PROBLEM TO SOLVE:
Look through the data that follows and work out how many lines contain the string "whether". Nothing but that number should be given.

■ ■ ■ ■

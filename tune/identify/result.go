package identify

import (
	"encoding/json"
	"math"

	"gainwright/tune/model"
)

// Verdict says whether a model may be used.
type Verdict string

const (
	Believed Verdict = "believed"
	Care     Verdict = "care" // usable with care
	Refused  Verdict = "refused"
)

// Param is one fitted number with its standard deviation, NaN (null in JSON)
// where the data do not show it.
type Param struct {
	Name  string
	Unit  string
	Value float64
	SD    float64
}

type paramJSON struct {
	Name  string   `json:"name"`
	Unit  string   `json:"unit"`
	Value *float64 `json:"value"`
	SD    *float64 `json:"sd"`
}

// MarshalJSON writes name, unit, value and sd.
func (p Param) MarshalJSON() ([]byte, error) {
	return json.Marshal(paramJSON{p.Name, p.Unit, known(p.Value), known(p.SD)})
}

// UnmarshalJSON reads what MarshalJSON wrote.
func (p *Param) UnmarshalJSON(b []byte) error {
	var w paramJSON
	if err := json.Unmarshal(b, &w); err != nil {
		return err
	}
	*p = Param{w.Name, w.Unit, orNaN(w.Value), orNaN(w.SD)}
	return nil
}

// Fit is one model with how well it is known and whether it is believed.
// Numbers that are not known are NaN and become null in JSON.
type Fit struct {
	Model  model.Linear
	Params []Param     // in SI units
	Cov    [][]float64 // of Params, in their order, corrected for coloured residuals

	RMSE          float64 // rad/s, over the used samples of the fit
	NRMSE         float64 // ‖y − ŷ‖ / ‖y − mean y‖, simulated
	HoldoutNRMSE  float64 // the same on data not used in the fit
	HoldoutRMSE   float64 // rad/s
	VAF           float64 // 1 − var(y − ŷ)/var(y), of the fit
	AICc          float64
	WhitenessP    float64 // Ljung–Box: probability of such residuals if they were white
	InputP        float64 // probability of such residuals if they did not depend on the input
	Noise         float64 // rad/s, the part of the residual that its own past does not foretell
	Inflation     float64 // largest widening of an interval because residuals are coloured
	Drift         float64 // rad/s², 0 unless asked for
	Offset        float64 // rad/s at zero voltage (integrating: rad/s²); NaN where each record has its own
	Verdict       Verdict
	Reasons       []string
	Helps         string // the test that would help, empty when believed
	Used          int    // samples
	Masked        map[string]int
	Findings      []Finding // what the tests of the residuals found, strongest first
	FittedCounts  bool      // the counts were fitted, not the speeds made of them
	DeadTimeBound bool      // the dead time lies at the end of its range
}

// fitJSON is the wire form: the model's keys with those of the judgement beside
// them.
type fitJSON struct {
	Kind      string                `json:"kind"`
	Num       []float64             `json:"num"`
	Den       []float64             `json:"den"`
	DeadTime  float64               `json:"dead_time"`
	InputUnit string                `json:"input_unit"`
	CI95      map[string][2]float64 `json:"ci95,omitempty"`
	SpeedMin  float64               `json:"speed_min,omitempty"`
	SpeedMax  float64               `json:"speed_max,omitempty"`

	RMSE         *float64       `json:"rmse"`
	NRMSE        *float64       `json:"nrmse"`
	HoldoutNRMSE *float64       `json:"holdout_nrmse"`
	HoldoutRMSE  *float64       `json:"holdout_rmse"`
	VAF          *float64       `json:"vaf"`
	AICc         *float64       `json:"aicc"`
	WhitenessP   *float64       `json:"whiteness_p"`
	InputP       *float64       `json:"input_p"`
	Noise        *float64       `json:"noise"`
	Inflation    *float64       `json:"inflation"`
	Offset       *float64       `json:"offset"`
	Drift        float64        `json:"drift,omitempty"`
	Verdict      Verdict        `json:"verdict"`
	Reasons      []string       `json:"reasons"`
	Helps        string         `json:"helps,omitempty"`
	Params       []Param        `json:"params"`
	Cov          [][]float64    `json:"cov"`
	Used         int            `json:"used_samples"`
	Masked       map[string]int `json:"masked"`
	Findings     []Finding      `json:"findings,omitempty"`
	FittedCounts bool           `json:"fitted_counts,omitempty"`
	AtBound      bool           `json:"dead_time_at_bound,omitempty"`
}

func known(v float64) *float64 {
	if !finite(v) {
		return nil
	}
	return &v
}

func orNaN(p *float64) float64 {
	if p == nil {
		return math.NaN()
	}
	return *p
}

// knownMatrix returns m, nil where an entry is not known.
func knownMatrix(m [][]float64) [][]float64 {
	for _, row := range m {
		for _, v := range row {
			if !finite(v) {
				return nil
			}
		}
	}
	return m
}

// MarshalJSON writes the keys of the model and of the judgement in one object.
func (f Fit) MarshalJSON() ([]byte, error) {
	m := f.Model
	reasons := f.Reasons
	if reasons == nil {
		reasons = []string{}
	}
	masked := f.Masked
	if masked == nil {
		masked = map[string]int{}
	}
	return json.Marshal(fitJSON{
		Kind: m.Kind, Num: m.Num, Den: m.Den, DeadTime: m.DeadTime, InputUnit: m.InputUnit, CI95: m.CI95,
		SpeedMin: m.SpeedMin, SpeedMax: m.SpeedMax,
		RMSE: known(f.RMSE), NRMSE: known(f.NRMSE), HoldoutNRMSE: known(f.HoldoutNRMSE), HoldoutRMSE: known(f.HoldoutRMSE),
		VAF: known(f.VAF), AICc: known(f.AICc), WhitenessP: known(f.WhitenessP), InputP: known(f.InputP),
		Noise: known(f.Noise), Inflation: known(f.Inflation), Offset: known(f.Offset), Drift: f.Drift,
		Verdict: f.Verdict, Reasons: reasons, Helps: f.Helps, Params: f.Params, Cov: knownMatrix(f.Cov),
		Used: f.Used, Masked: masked, Findings: f.Findings, FittedCounts: f.FittedCounts, AtBound: f.DeadTimeBound,
	})
}

// UnmarshalJSON reads what MarshalJSON wrote.
func (f *Fit) UnmarshalJSON(b []byte) error {
	var w fitJSON
	if err := json.Unmarshal(b, &w); err != nil {
		return err
	}
	m := model.Linear{
		Kind: w.Kind, Num: w.Num, Den: w.Den, DeadTime: w.DeadTime, InputUnit: w.InputUnit, CI95: w.CI95,
		SpeedMin: w.SpeedMin, SpeedMax: w.SpeedMax,
	}
	if err := m.Validate(); err != nil {
		return err
	}
	*f = Fit{
		Model: m, Params: w.Params, Cov: w.Cov, RMSE: orNaN(w.RMSE), NRMSE: orNaN(w.NRMSE),
		HoldoutNRMSE: orNaN(w.HoldoutNRMSE), HoldoutRMSE: orNaN(w.HoldoutRMSE), VAF: orNaN(w.VAF), AICc: orNaN(w.AICc),
		WhitenessP: orNaN(w.WhitenessP), InputP: orNaN(w.InputP), Noise: orNaN(w.Noise), Inflation: orNaN(w.Inflation), Offset: orNaN(w.Offset),
		Drift: w.Drift, Verdict: w.Verdict, Reasons: w.Reasons, Helps: w.Helps, Used: w.Used, Masked: w.Masked,
		Findings: w.Findings, FittedCounts: w.FittedCounts, DeadTimeBound: w.AtBound,
	}
	return nil
}

// Value returns the fitted number of that name and its standard deviation.
func (f Fit) Value(name string) (value, sd float64, ok bool) {
	for _, p := range f.Params {
		if p.Name == name {
			return p.Value, p.SD, true
		}
	}
	return 0, 0, false
}

// Result is the outcome of one identification.
type Result struct {
	Models []Fit          `json:"models"`
	Chosen *int           `json:"chosen"` // index in Models; nil when every model is refused
	Used   int            `json:"used_samples"`
	Masked map[string]int `json:"masked"`
}

// Best returns the chosen fit, nil when every model is refused.
func (r Result) Best() *Fit {
	if r.Chosen == nil {
		return nil
	}
	return &r.Models[*r.Chosen]
}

■ ■ ■ ■

SOLUTION FOR THIS EXERCISE:
2